| What to produce |
Collect from the data below each line with "handleRecord".

=====

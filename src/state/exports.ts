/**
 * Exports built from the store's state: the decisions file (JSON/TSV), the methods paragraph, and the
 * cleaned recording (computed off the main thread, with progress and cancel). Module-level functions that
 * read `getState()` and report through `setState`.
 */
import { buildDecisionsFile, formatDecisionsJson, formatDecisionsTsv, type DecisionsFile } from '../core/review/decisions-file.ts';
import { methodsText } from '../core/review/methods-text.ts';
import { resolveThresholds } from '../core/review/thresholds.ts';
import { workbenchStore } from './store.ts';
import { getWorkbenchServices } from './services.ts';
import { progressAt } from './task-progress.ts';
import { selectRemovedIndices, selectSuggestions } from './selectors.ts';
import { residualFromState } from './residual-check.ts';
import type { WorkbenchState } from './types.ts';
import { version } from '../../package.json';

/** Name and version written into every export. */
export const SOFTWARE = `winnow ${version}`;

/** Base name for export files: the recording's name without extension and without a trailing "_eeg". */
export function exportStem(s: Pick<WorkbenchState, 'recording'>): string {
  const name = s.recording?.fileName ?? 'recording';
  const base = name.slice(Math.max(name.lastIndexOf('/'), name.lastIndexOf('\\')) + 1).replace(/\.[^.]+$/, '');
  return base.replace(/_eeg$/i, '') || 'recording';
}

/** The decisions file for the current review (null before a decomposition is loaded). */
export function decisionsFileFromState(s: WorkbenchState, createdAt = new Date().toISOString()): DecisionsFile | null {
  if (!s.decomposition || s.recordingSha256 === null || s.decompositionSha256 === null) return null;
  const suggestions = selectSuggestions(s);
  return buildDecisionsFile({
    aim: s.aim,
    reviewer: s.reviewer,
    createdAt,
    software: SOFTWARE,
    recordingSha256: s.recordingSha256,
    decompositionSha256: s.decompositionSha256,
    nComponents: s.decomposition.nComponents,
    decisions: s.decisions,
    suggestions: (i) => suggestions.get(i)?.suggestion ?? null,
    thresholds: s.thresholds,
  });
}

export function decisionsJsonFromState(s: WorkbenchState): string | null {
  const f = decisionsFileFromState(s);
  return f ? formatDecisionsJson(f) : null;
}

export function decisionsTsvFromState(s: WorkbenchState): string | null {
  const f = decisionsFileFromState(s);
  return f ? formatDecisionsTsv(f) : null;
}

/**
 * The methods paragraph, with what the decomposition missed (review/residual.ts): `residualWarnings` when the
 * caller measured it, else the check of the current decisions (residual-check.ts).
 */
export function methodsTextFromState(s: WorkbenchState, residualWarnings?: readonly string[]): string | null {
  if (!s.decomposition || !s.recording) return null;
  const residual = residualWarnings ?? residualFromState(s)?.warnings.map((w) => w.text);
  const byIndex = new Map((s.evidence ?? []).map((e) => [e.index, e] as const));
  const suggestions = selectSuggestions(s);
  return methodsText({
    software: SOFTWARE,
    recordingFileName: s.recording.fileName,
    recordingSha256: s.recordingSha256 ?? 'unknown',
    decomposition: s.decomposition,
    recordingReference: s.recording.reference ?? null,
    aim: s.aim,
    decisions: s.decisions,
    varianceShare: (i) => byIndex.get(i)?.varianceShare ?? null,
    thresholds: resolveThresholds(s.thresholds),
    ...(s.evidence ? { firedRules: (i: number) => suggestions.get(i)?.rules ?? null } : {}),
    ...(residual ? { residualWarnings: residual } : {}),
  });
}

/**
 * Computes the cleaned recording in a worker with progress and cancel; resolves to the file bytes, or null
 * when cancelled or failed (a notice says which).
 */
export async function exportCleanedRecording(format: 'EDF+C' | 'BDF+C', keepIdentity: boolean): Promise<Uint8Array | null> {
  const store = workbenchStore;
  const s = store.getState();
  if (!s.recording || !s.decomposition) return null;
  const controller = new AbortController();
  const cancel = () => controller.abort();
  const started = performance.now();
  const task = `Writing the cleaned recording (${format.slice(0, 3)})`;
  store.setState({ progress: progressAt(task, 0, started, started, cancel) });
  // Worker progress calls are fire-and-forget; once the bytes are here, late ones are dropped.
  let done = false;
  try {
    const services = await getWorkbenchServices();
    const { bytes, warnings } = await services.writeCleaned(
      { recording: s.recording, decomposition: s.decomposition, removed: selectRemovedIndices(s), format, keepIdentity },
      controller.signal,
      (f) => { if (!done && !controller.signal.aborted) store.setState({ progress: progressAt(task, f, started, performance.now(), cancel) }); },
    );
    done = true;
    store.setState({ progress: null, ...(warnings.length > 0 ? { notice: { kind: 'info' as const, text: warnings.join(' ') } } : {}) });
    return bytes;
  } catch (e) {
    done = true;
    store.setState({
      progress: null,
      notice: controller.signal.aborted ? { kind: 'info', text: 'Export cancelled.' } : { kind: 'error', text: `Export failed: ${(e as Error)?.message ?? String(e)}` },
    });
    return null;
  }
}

=====

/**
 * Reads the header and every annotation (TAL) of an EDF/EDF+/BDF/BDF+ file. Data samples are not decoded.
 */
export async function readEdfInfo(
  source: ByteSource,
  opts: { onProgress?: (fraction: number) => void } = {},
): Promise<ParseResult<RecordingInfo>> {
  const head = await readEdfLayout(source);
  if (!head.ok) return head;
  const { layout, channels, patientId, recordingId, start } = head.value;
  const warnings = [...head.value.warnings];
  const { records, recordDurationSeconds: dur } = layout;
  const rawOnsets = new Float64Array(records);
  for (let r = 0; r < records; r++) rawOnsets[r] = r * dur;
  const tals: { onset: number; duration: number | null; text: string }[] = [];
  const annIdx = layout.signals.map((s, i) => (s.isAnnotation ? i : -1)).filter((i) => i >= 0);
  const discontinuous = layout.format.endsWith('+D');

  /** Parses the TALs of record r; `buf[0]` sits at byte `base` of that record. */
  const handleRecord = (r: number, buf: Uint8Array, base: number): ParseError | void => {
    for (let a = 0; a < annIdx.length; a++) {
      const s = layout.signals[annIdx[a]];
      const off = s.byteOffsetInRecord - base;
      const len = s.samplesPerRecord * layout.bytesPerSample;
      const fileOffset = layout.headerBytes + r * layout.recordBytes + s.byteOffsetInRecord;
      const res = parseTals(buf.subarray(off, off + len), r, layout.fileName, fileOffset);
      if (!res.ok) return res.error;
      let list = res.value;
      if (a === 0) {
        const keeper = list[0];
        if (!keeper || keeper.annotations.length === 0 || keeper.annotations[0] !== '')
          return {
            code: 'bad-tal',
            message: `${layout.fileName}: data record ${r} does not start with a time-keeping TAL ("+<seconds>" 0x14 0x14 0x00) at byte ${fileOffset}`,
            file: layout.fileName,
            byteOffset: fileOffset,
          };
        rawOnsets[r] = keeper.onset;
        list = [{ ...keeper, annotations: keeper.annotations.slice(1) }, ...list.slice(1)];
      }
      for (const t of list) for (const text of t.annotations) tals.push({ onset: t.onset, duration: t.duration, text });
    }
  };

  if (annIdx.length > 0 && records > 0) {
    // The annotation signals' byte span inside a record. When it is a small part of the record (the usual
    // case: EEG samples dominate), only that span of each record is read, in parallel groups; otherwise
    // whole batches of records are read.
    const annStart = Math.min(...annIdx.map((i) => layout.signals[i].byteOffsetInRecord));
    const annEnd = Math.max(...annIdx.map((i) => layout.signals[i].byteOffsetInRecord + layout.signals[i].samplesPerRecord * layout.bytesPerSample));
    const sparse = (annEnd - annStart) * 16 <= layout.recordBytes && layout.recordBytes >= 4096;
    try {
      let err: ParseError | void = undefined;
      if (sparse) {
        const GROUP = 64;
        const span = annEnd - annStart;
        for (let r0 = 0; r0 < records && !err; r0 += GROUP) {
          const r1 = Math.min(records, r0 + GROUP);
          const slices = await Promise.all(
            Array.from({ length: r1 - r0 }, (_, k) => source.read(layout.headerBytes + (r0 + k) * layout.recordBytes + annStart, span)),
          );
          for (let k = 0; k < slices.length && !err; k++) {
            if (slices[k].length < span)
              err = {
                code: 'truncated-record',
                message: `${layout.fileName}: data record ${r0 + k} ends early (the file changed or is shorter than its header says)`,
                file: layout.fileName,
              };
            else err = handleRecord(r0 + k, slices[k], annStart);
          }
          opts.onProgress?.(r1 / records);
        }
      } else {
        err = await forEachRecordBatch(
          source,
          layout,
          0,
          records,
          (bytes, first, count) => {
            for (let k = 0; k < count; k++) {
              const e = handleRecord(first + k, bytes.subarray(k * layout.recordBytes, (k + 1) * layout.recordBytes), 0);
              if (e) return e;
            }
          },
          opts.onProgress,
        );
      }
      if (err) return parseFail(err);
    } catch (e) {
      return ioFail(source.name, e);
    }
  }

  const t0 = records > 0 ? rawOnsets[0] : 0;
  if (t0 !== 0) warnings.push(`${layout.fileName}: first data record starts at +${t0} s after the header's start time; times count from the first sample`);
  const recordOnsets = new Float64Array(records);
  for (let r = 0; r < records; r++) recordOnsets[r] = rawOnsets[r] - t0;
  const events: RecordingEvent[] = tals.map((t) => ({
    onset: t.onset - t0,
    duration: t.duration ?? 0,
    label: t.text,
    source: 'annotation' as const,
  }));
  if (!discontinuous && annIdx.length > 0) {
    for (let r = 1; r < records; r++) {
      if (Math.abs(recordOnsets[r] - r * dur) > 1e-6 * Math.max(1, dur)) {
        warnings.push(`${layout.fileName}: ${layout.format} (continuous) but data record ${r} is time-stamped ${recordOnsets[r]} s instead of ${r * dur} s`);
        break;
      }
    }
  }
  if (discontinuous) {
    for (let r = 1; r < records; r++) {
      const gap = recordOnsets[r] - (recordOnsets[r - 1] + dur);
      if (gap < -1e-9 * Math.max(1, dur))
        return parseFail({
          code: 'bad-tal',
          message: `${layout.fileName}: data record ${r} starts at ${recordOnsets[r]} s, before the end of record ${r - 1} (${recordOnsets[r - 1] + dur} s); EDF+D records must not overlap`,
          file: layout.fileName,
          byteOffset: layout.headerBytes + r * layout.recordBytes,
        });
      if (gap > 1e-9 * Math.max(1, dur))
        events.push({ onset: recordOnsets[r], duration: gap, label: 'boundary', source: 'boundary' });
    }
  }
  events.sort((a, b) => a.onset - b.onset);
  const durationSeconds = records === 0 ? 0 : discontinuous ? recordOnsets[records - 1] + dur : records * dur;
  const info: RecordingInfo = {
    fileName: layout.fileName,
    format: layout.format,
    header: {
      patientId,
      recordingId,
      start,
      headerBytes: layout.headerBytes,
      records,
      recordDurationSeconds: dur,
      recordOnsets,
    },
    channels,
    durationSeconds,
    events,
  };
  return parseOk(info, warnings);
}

=====

| Response area |
  const handleRecord = (r: number, buf: Uint8Array, base: number): ParseError | void => {
            else err = handleRecord(r0 + k, slices[k], annStart);
              const e = handleRecord(first + k, bytes.subarray(k * layout.recordBytes, (k + 1) * layout.recordBytes), 0);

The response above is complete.